Highest Ever Corn Bills to Curb Hog Farm Profits

by 5m Editor
5 January 2012, at 7:04am

SOUTH AMERICA - The revival in crop prices on South America weather concerns has left livestock farmers on track for their most expensive year for corn, crimping hopes for hog farm profitability.

Purdue University cut by one-third, to $10 an animal, its estimate for hog farm profitability this year, the weakest margin since the sector's 2008-09 recession.

The decline reflects in part lower hog values, with the university trimming to $65 a hundredweight, from a November forecast of $67 a hundredweight, its estimates for average 2012 prices.

However, the revision also factored in a corn price of $6.18 a bushel for calendar 2012, based on the average that growers of the grain will receive, Chris Hurt, Purdue professor of agricultural economics, said.

"The $6.18 [figure] would be the highest annual price ever, exceeding calendar year 2011 at $5.99 a bushel," Professor Hurt told

"This most recent increase of about $0.70 per bushel in corn prices from mid-December, from a bit under $6.00 a bushel on the July 2012 contract, has reduced the optimism for hog profitability over the past three weeks."

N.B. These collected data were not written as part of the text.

def weighted_combination(x_m: ArrayLike, cov_m2: ArrayLike, *, confidence: float = 0.95) -> CombinationResult:
    """Generalised weighted mean of repeat solutions with full covariance, and its spread test.

    Parameters
    ----------
    x_m : array_like, shape (n,) or (n, d)
        The solutions (e.g. ENU offsets in m from a common origin, same frame and epoch; or heights).
    cov_m2 : array_like, shape (n,) of variances, or (n, d, d)
        Their covariances, m².
    confidence : float
        For the two-sided test of the variance of unit weight (default 0.95).

    Examples
    --------
    >>> r = weighted_combination([1000.012, 1000.020, 1000.005], [0.010**2, 0.015**2, 0.010**2])
    >>> round(float(r.mean_m[0]), 6), round(float(r.sigma_mean_m[0]), 6), round(r.omega, 4), r.spread
    (1000.010591, 0.006396, 0.7259, 'consistent')
    """
    _check_confidence(confidence)
    x, cov = _stack_solutions(x_m, cov_m2)
    n, dim = x.shape
    if n < 2:
        raise ComputationInputError(
            "Combining needs at least two solutions.", code="too_few_solutions", params={"n": n}
        )
    w = _spd_inverse(cov, "a solution's covariance")
    w_sum = w.sum(axis=0)
    cov_mean = _spd_inverse(w_sum, "the summed weights")
    mean = cov_mean @ np.einsum("nij,nj->i", w, x)
    v = x - mean
    omega = float(np.einsum("ni,nij,nj->", v, w, v))
    dof = dim * (n - 1)
    lower, upper, spread = _spread_verdict(omega, dof, confidence)
    s0 = float(np.sqrt(omega / dof))
    scaled = spread == "too_large"
    cov_statement = cov_mean * (s0 * s0) if scaled else cov_mean
    return CombinationResult(
        n=n,
        mean_m=mean,
        cov_mean_m2=cov_mean,
        sigma_mean_m=np.sqrt(np.diag(cov_mean)),
        residuals_m=v,
        omega=omega,
        dof=dof,
        s0=s0,
        chi2_lower=lower,
        chi2_upper=upper,
        spread=spread,
        confidence=float(confidence),
        cov_statement_m2=cov_statement,
        scaled=scaled,
    )


def velocity_rule(
    t_yr: ArrayLike, *, min_solutions: int = VELOCITY_MIN_SOLUTIONS, min_span_yr: float = VELOCITY_MIN_SPAN_YR
) -> tuple[bool, str | None]:
    """Whether a history of epochs supports a velocity: (ok, reason code or None).

    Examples
    --------
    >>> velocity_rule([2015.0, 2017.0, 2018.0])
    (True, None)
    >>> velocity_rule([2015.0, 2016.0, 2017.0])
    (False, 'velocity_span_too_short')
    """
    t = _finite(t_yr, "epochs")
    if t.ndim != 1 or t.size < min_solutions:
        return False, "velocity_too_few_solutions"
    if float(t.max() - t.min()) < min_span_yr:
        return False, "velocity_span_too_short"
    return True, None


@dataclass(frozen=True)
class VelocityResult:
    """x(t) = x₀ + v·(t − ref_epoch_yr), fitted by generalised least squares."""

    n: int
    ref_epoch_yr: float
    span_yr: float
    position_m: np.ndarray  # (d,) x₀ at ref_epoch_yr
    velocity_m_yr: np.ndarray  # (d,)
    cov_velocity_m2_yr2: np.ndarray  # (d, d) formal
    sigma_velocity_m_yr: np.ndarray  # (d,) formal
    sigma_velocity_stated_m_yr: np.ndarray  # (d,) formal × s0 when the spread is too large (as for combinations)
    omega: float
    dof: int  # d(n − 2)
    s0: float
    spread: str
    residuals_m: np.ndarray  # (n, d)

Corn prices have been lifted by fears for the impact of hot and dry weather on crops in Argentina and southern Brazil, concerns which have raised soybeans too, as well as reviving values of other grains.

The US Department of Agriculture estimates farmgate corn prices averaging $5.90-6.90 a bushel for the 2011-12 crop year.

Hog farmers' prospects would have been even worse if they had not followed a "prudent path" by limiting plans for expanding herds, as highlighted in a USDA report late last month.

Producers plan slightly higher farrowings in the December-to-February period, but fewer in the following months than a year before, the quarterly Hogs and Pigs briefing said.

"March-to-May farrowing intentions were significantly lower than expected and somewhat lower than a [marginally larger] breeding herd would suggest," Paragon Consulting and Steiner Consulting said.

Professor Hurt said that while the data implied a rise in US pork production of 2-2.5 per cent in 2012, "most of that increase is due to more pigs per litter rather than from larger farrowings".

"Pork producers have remained cautious about expansion," he added, attributing this response to a difficult outlook for US and European economies, memories of large losses in 2008 and 2009 and to "uncertainty" in feed prices.

Meanwhile, demand will be spurred both by US exports, set for a record in 2012, and in the domestic market by lower supplies of other meats on a per capita basis.

"Beef availability will be down about 6 per cent, with poultry supplies per person down about 3 per cent," Professor Hurt said, a factor which would keep hog prices relatively firm and meant that "another year of profitability is likely."